How many Kubernetes ReplicaSets are in your cluster?
Are your Kubernetes ReplicaSets slowing you down? With a quick little clean up, our CPU load went down by 10%! Here's a quick overview of how you can check how many you have running, set a revision limit and even request a rollback.
Did you know, your Kubernetes cluster is most likely keeping dozens or hundreds of objects as history of what has been rolled out?
To start, run this little command:
kubectl get rs --all-namespaces | wc -l
At Weaveworks, we had over 2,500 in our development cluster. They don’t cost much just sitting there in Kubernetes’ etcd store, but if you run monitoring or continuous validation tools, they may be slowing you down. When we cleaned out all the old ReplicaSets, our CPU load went down around 10%!
How does this come about? If you use Deployments to manage your Kubernetes workloads, and most people do, then they will leave behind one ReplicaSet for each change you make. This is how rolling updates work - the Deployment creates a new ReplicaSet then gradually scales up the new one and scales down the old to the new until they are all on the new version. But, by default it keeps all of the old ones around as history!
Run this to see the history - it shows the commands used to do each change, and you can use this history to request a roll-back or undo.
kubectl rollout history deployment <some-deployment>
At Weaveworks we do GitOps - the master store for all modifications to a cluster is a Git repository, so we can naturally see all the history there and roll back to any point in time. And even if you prefer to have Kubernetes holding the history, you should set some limit so you don’t get thousands of them building up over time.
Here’s how to set a revision history limit, in the yaml definition of a Deployment:
kind: Deployment spec: replicas: 3 revisionHistoryLimit: 5 template: spec: ...
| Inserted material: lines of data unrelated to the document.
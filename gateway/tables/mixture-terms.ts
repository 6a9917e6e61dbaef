/**
 * The optional part of a table build for one fixed mixture: the ion (classical ideal gas) and
 * Coulomb (one-component plasma) terms of the EOS on the table's nodes, so a code can add them to
 * the interpolated pair gas without evaluating them itself. They come from the same EOS service
 * and worker pool as POST /v1/eos/evaluate with `"components": ["ions", "coulomb"]` (physics and
 * sources in eos/ions.ts and eos/coulomb.ts), at ρ = (ρYe)/Ye for each density node.
 *
 * Added to the table file as the group `/ions_coulomb`: attributes abar, zbar, ye and composition
 * (JSON); datasets log_density (float64 [n_density], log10 ρ in g/cm³) and pressure [erg/cm³],
 * specific_energy [erg/g], specific_entropy [erg/(g·K)] (float64 [n_density, n_temperature]),
 * each with a `units` attribute. Points where the model refuses (status ≠ 0) hold NaN.
 */
import type { FreeEnergyTable } from '../../eos/free-energy-table.js';
import { nodeLogDensityYe, nodeLogTemperature } from '../../eos/free-energy-table.js';
import type { EosService } from '../eos/service.js';
import { h5 } from '../jobs/hdf5.js';

export interface FixedMixture {
  /** The composition as resolved at request time: { abar, zbar } or { nuclides, normalize }. */
  composition: Record<string, unknown>;
  abar: number;
  zbar: number;
  ye: number;
  /** The name the request used (built-in or saved mixture), if any. */
  name: string | null;
}

const UNLIMITED = { plan: 'table', pointsPerMonth: Number.POSITIVE_INFINITY, requestsPerSecond: Number.POSITIVE_INFINITY, maxBatch: Number.POSITIVE_INFINITY, tableBuildsPerMonth: null };

export async function addMixtureTerms(file: string, table: FreeEnergyTable, mixture: FixedMixture, eos: EosService): Promise<void> {
  const { nD, nT, grid } = table;
  const n = nD * nT;
  const density = new Float64Array(n);
  const temperature = new Float64Array(n);
  const logDensity = new Float64Array(nD);
  for (let i = 0; i < nD; i++) {
    logDensity[i] = nodeLogDensityYe(grid, i) - Math.log10(mixture.ye);
    for (let j = 0; j < nT; j++) {
      density[i * nT + j] = 10 ** logDensity[i]!;
      temperature[i * nT + j] = 10 ** nodeLogTemperature(grid, j);
    }
  }
  const batch = await eos.prepare(
    'evaluate',
    { density, temperature, composition: mixture.composition as never, components: ['ions', 'coulomb'], fields: ['pressure', 'specificEnergy', 'specificEntropy'], method: 'exact' },
    UNLIMITED,
  );
  const answer = await eos.run(batch, 'typed');
  const column = (name: string) => {
    const v = answer.fields[name] as Float64Array;
    const out = Float64Array.from(v);
    for (let k = 0; k < n; k++) if (answer.status[k] !== 0) out[k] = NaN;
    return out;
  };
  const lib = await h5();
  const f = new lib.File(file, 'a');
  try {
    const g = f.create_group('ions_coulomb');
    g.create_attribute('description', 'ion ideal-gas + Coulomb (OCP) terms for the fixed mixture at rho = rho*Ye / ye on the table nodes; add them to the pair gas and photons for the total');
    g.create_attribute('abar', mixture.abar);
    g.create_attribute('zbar', mixture.zbar);
    g.create_attribute('ye', mixture.ye);
    g.create_attribute('composition', JSON.stringify(mixture.composition));
    g.create_attribute('mixture_name', mixture.name ?? '');
    g.create_dataset({ name: 'log_density', data: logDensity, shape: [nD], dtype: '<d' }).create_attribute('units', 'log10 g/cm^3');
    const units: Record<string, string> = { pressure: 'erg/cm^3', specificEnergy: 'erg/g', specificEntropy: 'erg/(g K)' };
    const names: Record<string, string> = { pressure: 'pressure', specificEnergy: 'specific_energy', specificEntropy: 'specific_entropy' };
    for (const field of Object.keys(names)) {
      g.create_dataset({ name: names[field]!, data: column(field), shape: [nD, nT], dtype: '<d' }).create_attribute('units', units[field]!);
    }
  } finally {
    f.close();
  }
}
This will make Kubernetes keep the current version and five historical versions and clear out any older data, saving space in etcd and saving time and space in your monitoring infrastructure.
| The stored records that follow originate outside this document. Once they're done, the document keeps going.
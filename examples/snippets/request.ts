const url = 'http://127.0.0.1:8080/v1/eos/evaluate';
const body = {
  "density": [
    1000000,
    10000000
  ],
  "temperature": 100000000,
  "composition": {
    "mixture": "c12-o16"
  },
  "fields": [
    "pressure",
    "specificEnergy",
    "gamma1"
  ]
};

const response = await fetch(url, {
  method: 'POST',
  headers: {
    Authorization: `Bearer ${process.env['FERMIWELL_KEY']}`,
    'Content-Type': 'application/json',
  },
  body: JSON.stringify(body),
});
// the answer, or an RFC 9457 problem+json (title, detail) when the request was refused
const result = (await response.json()) as {
  values: Record<string, (number | null)[]>;
  status: number[];
  warnings: { point: number; message: string }[];
  title?: string;
  detail?: string;
};
if (!response.ok) throw new Error(`${response.status}: ${result.detail ?? result.title}`);
console.log(result.values, result.status, result.warnings);
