/**
 * Accumulates the integrals over the current mesh into acc (added, not overwritten). twoK0 = 2·k0.
 * flags: FD_SECOND (second derivatives), FD_ENTROPY (the σ integrals), FD_LIGHT (only F and ∂F/∂η
 * of the first two orders, for Newton iterations).
 */
function integrateMesh(twoK0: number, eta: number, beta: number, acc: Float64Array, flags: number): void {
  const count = fillNodes(beta);
  if ((flags & FD_LIGHT) !== 0) {
    let f0 = 0, f0e = 0, f1 = 0, f1e = 0;
    for (let m = 0; m < count; m++) {
      const x = NODE_X[m];
      const mode = NODE_MODE[m];
      let f: number, omf: number;
      if (x >= eta) {
        const E = Math.exp(eta - x);
        omf = 1 / (1 + E);
        f = E * omf;
      } else {
        const E = Math.exp(x - eta);
        f = 1 / (1 + E);
        omf = E * f;
      }
      const wF = mode === MODE_LOWER ? -omf : f;
      const wE = f * omf;
      let q = NODE_W[m] * NODE_S[m] * powK0(twoK0, m);
      f0 += q * wF;
      f0e += q * wE;
      q *= x;
      f1 += q * wF;
      f1e += q * wE;
    }
    acc[0] += f0; acc[1] += f0e; acc[6] += f1; acc[7] += f1e;
    return;
  }
  const second = (flags & FD_SECOND) !== 0;
  const entropy = (flags & FD_ENTROPY) !== 0;
  let f0 = 0, f0e = 0, f0b = 0, f0ee = 0, f0eb = 0, f0bb = 0;
  let f1 = 0, f1e = 0, f1b = 0, f1ee = 0, f1eb = 0, f1bb = 0;
  let f2 = 0, f2e = 0, f2b = 0, f2ee = 0, f2eb = 0, f2bb = 0;
  let s0 = 0, s0e = 0, s0b = 0, s0ee = 0, s0eb = 0, s1 = 0, s1e = 0, s1b = 0, s1ee = 0, s1eb = 0;
  for (let m = 0; m < count; m++) {
    const x = NODE_X[m];
    const s = NODE_S[m];
    const mode = NODE_MODE[m];
    // Fermi weights: f, f(1−f), f(1−f)(1−2f); E = e^{−|x−η|}
    let wF: number, wE: number, wEE: number;
    let E = 0;
    if (mode === MODE_NONE) {
      wF = 1;
      wE = 0;
      wEE = 0;
    } else {
      let f: number, omf: number;
      if (x >= eta) {
        E = Math.exp(eta - x);
        omf = 1 / (1 + E);
        f = E * omf;
      } else {
        E = Math.exp(x - eta);
        f = 1 / (1 + E);
        omf = E * f;
      }
      wF = mode === MODE_LOWER ? -omf : f;
      wE = f * omf;
      wEE = wE * (omf - f);
    }
    let q = NODE_W[m] * s * powK0(twoK0, m);
    const xs = (0.25 * x) / (s * s);
    let pb = q * xs;
    let rb = -pb * xs;
    if (entropy && mode !== MODE_NONE) {
      // σ = −f ln f − (1−f) ln(1−f) = ln(1 + E) + |x−η| E/(1+E); dσ/dη = (x−η) f(1−f)
      const y = x - eta;
      const sig = Math.log1p(E) + Math.abs(y) * (E / (1 + E));
      const ye = y * wE;
      const yee = y * wEE - wE; // ∂/∂η of (x−η) f(1−f)
      s0 += q * sig;
      s0e += q * ye;
      s0b += pb * sig;
      s0ee += q * yee;
      s0eb += pb * ye;
      s1 += q * x * sig;
      s1e += q * x * ye;
      s1b += pb * x * sig;
      s1ee += q * x * yee;
      s1eb += pb * x * ye;
    }
    f0 += q * wF;
    f0e += q * wE;
    f0b += pb * wF;
    q *= x;
    pb *= x;
    f1 += q * wF;
    f1e += q * wE;
    f1b += pb * wF;
    const q2 = q * x;
    const pb2 = pb * x;
    f2 += q2 * wF;
    f2e += q2 * wE;
    f2b += pb2 * wF;
    if (second) {
      const q0 = q / x;
      const pb0 = pb / x;
      f0ee += q0 * wEE;
      f0eb += pb0 * wE;
      f0bb += rb * wF;
      rb *= x;
      f1ee += q * wEE;
      f1eb += pb * wE;
      f1bb += rb * wF;
      rb *= x;
      f2ee += q2 * wEE;
      f2eb += pb2 * wE;
      f2bb += rb * wF;
    }
  }
  acc[0] += f0; acc[1] += f0e; acc[2] += f0b; acc[3] += f0ee; acc[4] += f0eb; acc[5] += f0bb;
  acc[6] += f1; acc[7] += f1e; acc[8] += f1b; acc[9] += f1ee; acc[10] += f1eb; acc[11] += f1bb;
  acc[12] += f2; acc[13] += f2e; acc[14] += f2b; acc[15] += f2ee; acc[16] += f2eb; acc[17] += f2bb;
  if (entropy) {
    acc[18] += s0; acc[19] += s0e; acc[20] += s0b; acc[21] += s0ee; acc[22] += s0eb;
    acc[23] += s1; acc[24] += s1e; acc[25] += s1b; acc[26] += s1ee; acc[27] += s1eb;
  }
}

// ---------------------------------------------------------------------------------------------
// ∫₀^X x^k (1+βx/2)^{1/2} dx and its first two β-derivatives, exactly.

/**
 * Below this z = βX/2 the integral ∫₀^X g dx (and its β-derivatives) is the binomial series in z
 * (≤ 60 terms); above it the closed form, which loses up to ~5e-13 in the second β-derivative near
 * z = 0.5 and nothing measurable in the integral itself.
 */
const Z_CLOSED = 0.5;

/**
 * Adds to acc[6i + FD_F], acc[6i + FD_DBETA], acc[6i + FD_DBETA2] (i = 0, 1, 2; k = k0 + i) the
 * integrals ∫₀^X x^k s dx, ∫₀^X x^{k+1}/(4s) dx, −∫₀^X x^{k+2}/(16 s³) dx with s = (1+βx/2)^{1/2}.
 */
function addOriginExact(twoK0: number, X: number, beta: number, acc: Float64Array): void {
  if (X <= 0) return;
  const z = 0.5 * beta * X;
  // X^{k0+1} without Math.pow (2k0 ∈ {−1, 0, 1, 2})
  let Xk1 = twoK0 === 1 ? X * Math.sqrt(X) : twoK0 === -1 ? Math.sqrt(X) : twoK0 === 2 ? X * X : X;
  const closed = z >= Z_CLOSED;
  const S = closed ? Math.sqrt(z) : 0;
  const C = closed ? Math.sqrt(1 + z) : 0;
  const logSC = closed ? Math.log(S + C) : 0;
  const twoOverBeta = 2 / beta;
  // (2/β)^{k0+1}
  let epsK1 = closed ? (twoK0 === 1 ? twoOverBeta * Math.sqrt(twoOverBeta) : twoK0 === -1 ? Math.sqrt(twoOverBeta) : twoK0 === 2 ? twoOverBeta * twoOverBeta : twoOverBeta) : 0;
  for (let i = 0; i < 3; i++, Xk1 *= X, epsK1 *= twoOverBeta) {
    const k = 0.5 * twoK0 + i;
    const base = 6 * i;
    if (z < Z_CLOSED) {
      // Φ(z) = Σ_j binom(1/2, j) z^j/(k+j+1), Φ' and Φ'' likewise, summed until j² z^j < 1e-18
      let phi = 0;
      let dphi = 0;
      let ddphi = 0;
      let c = 1; // binom(1/2, j)
      let zj = 1; // z^j
      let zj1 = 0; // z^{j−1}
      let zj2 = 0; // z^{j−2}
      for (let j = 0; j < 100; j++) {
        const w = c / (k + j + 1);
        phi += w * zj;
        dphi += j * w * zj1;
        ddphi += j * (j - 1) * w * zj2;
        if (j > 2 && j * j * zj < 1e-18) break;
        c *= (0.5 - j) / (j + 1);
        zj2 = zj1;
        zj1 = j === 0 ? 1 : zj1 * z;
        zj *= z;
      }
      acc[base + FD_F] += Xk1 * phi;
      acc[base + FD_DBETA] += Xk1 * X * 0.5 * dphi;
      acc[base + FD_DBETA2] += Xk1 * X * X * 0.25 * ddphi;
    } else {
      // Φ_k(z) = 2 z^{−k−1} (I_n + I_{n+2}), I_m = ∫₀^U sinh^m u du, n = 2k+1, sinh U = √z
      const n = twoK0 + 2 * i + 1;
      const P = integralSinhPowers(n, S, C, logSC);
      const p1 = 2 * epsK1 * P;
      const p1b = (Xk1 * C - (k + 1) * p1) / beta;
      const p1bb = ((Xk1 * X) / (4 * C) - (k + 2) * p1b) / beta;
      acc[base + FD_F] += p1;
      acc[base + FD_DBETA] += p1b;
      acc[base + FD_DBETA2] += p1bb;
    }
  }
}

/** ∫₀^U sinh^n u cosh²u du = I_n + I_{n+2} for sinh U = S, cosh U = C (n ≥ 0), by the reduction formula. */
function integralSinhPowers(n: number, S: number, C: number, logSC: number): number {
  // I_m = [S^{m−1} C − (m−1) I_{m−2}]/m, I_0 = U, I_1 = C − 1
  let I: number;
  let m: number;
  let Sp: number; // S^{m+1}
  if (n % 2 === 0) {
    I = logSC; // U = asinh S
    m = 0;
    Sp = S;
  } else {
    I = (S * S) / (C + 1); // C − 1 without cancellation
    m = 1;
    Sp = S * S;
  }
  let In = m === n ? I : 0;
  while (m < n + 2) {
    const next = (Sp * C - (m + 1) * I) / (m + 2);
    Sp *= S * S;
    I = next;
    m += 2;
    if (m === n) In = I;
  }
  return In + I;
}

// ---------------------------------------------------------------------------------------------
// Sommerfeld expansion.

const somA = new Float64Array(64);
/** 1/n for n ≤ 63. */
const RECIP = new Float64Array(64).map((_, n) => (n > 0 ? 1 / n : 0));
const somB = new Float64Array(64);
const somC = new Float64Array(64);

/**
 * Taylor coefficients a_0..a_nMax at x = η of h(x) = x^a (1 + Bx)^ν into out, from
 * (η+ξ)(A+Bξ) h' = [a(A+Bξ) + νB(η+ξ)] h, A = 1 + Bη.
 */
function taylorCoefficients(a: number, nu: number, eta: number, B: number, nMax: number, out: Float64Array, h0: number): void {
  const A = 1 + B * eta;
  out[0] = h0;
  const c0 = a * A + nu * B * eta;
  const c1 = eta * B + A;
  const inv = 1 / (eta * A);
  let prev = 0;
  let cur = out[0];
  for (let n = 0; n < nMax; n++) {
    const next = ((c0 - c1 * n) * cur + B * (a + nu - n + 1) * prev) * inv * RECIP[n + 1];
    out[n + 1] = next;
    prev = cur;
    cur = next;
  }
}

/** Number of Sommerfeld terms for η: enough for the second η-derivative to 1e-17 relative. */
function sommerfeldTerms(eta: number): number {
  let m = 1;
  while (m < SOMM_M_MAX && eta < SOMM_ETA_MIN[m]) m++;
  return m;
}
/**
 * SOMM_ETA_MIN[m]: the smallest η at which the m-th term of the slowest series (the second
 * η-derivative), ~ (2m+1)! η^{−2m} (2m+1)^{−3/2}, is below e^{−41} relative.
 */
const SOMM_ETA_MIN = new Float64Array(SOMM_M_MAX + 1);
for (let m = 1; m <= SOMM_M_MAX; m++) {
  SOMM_ETA_MIN[m] = Math.exp((Math.log(FACT[2 * m + 1]) - 1.5 * Math.log(2 * m + 1) + 41) / (2 * m));
}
UPDATE: I was looking through the new features in Kubernetes 1.9, and I realised this issue is already fixed, though only if you move to the newer resource types. Specifically
apiVersion: extensions/v1beta1 does not set a default, while
apps/v1beta1 will default to 2 and in Kubernetes 1.9
apps/v1 will default to 10. So this is only really a problem for those of us that started with Kubernetes a while back.